_TASK DIRECTIONS_
From the data below, return the exact lines starting at the line containing "export class ProgressBar" and ending at the line containing "if (analysed) this.analysed++;", both included, and nothing else.

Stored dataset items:

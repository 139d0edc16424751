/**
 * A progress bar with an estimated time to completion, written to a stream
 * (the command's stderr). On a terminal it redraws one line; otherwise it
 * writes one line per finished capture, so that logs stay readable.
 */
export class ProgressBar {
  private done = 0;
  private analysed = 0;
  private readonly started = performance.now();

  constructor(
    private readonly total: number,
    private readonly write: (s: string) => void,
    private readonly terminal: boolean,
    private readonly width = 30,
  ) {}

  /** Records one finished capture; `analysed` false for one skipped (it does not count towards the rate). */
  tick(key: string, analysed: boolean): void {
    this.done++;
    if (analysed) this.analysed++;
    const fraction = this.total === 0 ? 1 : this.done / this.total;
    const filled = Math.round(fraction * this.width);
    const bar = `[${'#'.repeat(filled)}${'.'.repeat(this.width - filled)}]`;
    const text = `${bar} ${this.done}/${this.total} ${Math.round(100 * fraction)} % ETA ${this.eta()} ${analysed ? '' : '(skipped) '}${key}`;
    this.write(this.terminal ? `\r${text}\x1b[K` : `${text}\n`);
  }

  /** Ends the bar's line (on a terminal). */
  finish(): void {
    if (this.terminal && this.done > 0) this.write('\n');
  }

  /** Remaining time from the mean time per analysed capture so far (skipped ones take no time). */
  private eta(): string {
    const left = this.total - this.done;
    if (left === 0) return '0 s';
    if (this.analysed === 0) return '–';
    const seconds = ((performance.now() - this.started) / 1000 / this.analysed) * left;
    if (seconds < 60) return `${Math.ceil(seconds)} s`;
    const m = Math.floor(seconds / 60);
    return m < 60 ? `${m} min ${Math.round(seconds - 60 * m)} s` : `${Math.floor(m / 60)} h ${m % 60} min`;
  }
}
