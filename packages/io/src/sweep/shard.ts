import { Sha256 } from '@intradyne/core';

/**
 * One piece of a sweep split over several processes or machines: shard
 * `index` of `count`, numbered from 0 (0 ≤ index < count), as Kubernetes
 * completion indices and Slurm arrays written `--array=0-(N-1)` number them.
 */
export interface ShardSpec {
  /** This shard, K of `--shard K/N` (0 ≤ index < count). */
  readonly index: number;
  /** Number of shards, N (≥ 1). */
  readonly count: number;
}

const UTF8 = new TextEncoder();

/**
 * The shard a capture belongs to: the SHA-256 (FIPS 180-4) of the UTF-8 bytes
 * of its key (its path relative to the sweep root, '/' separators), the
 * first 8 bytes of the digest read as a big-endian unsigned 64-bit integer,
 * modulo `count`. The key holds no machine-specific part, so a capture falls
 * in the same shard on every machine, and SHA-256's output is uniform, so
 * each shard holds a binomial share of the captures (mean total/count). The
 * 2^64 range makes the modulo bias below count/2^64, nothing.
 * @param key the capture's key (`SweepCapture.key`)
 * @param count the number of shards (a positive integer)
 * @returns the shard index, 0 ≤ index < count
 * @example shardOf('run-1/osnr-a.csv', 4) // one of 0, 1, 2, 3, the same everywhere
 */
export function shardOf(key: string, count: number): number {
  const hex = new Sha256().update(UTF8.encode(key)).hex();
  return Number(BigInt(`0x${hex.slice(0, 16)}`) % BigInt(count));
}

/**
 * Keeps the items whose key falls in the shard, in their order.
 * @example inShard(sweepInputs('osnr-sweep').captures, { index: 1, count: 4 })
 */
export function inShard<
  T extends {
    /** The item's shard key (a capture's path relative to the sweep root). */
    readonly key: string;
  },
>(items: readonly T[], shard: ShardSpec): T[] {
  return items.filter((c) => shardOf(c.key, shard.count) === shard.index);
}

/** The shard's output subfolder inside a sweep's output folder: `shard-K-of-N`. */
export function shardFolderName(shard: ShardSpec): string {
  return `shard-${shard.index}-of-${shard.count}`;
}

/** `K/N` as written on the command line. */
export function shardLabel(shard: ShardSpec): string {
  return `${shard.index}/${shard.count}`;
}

_SOLUTION BELOW_
export class ProgressBar {
  private done = 0;
  private analysed = 0;
  private readonly started = performance.now();

  constructor(
    private readonly total: number,
    private readonly write: (s: string) => void,
    private readonly terminal: boolean,
    private readonly width = 30,
  ) {}

  /** Records one finished capture; `analysed` false for one skipped (it does not count towards the rate). */
  tick(key: string, analysed: boolean): void {
    this.done++;
    if (analysed) this.analysed++;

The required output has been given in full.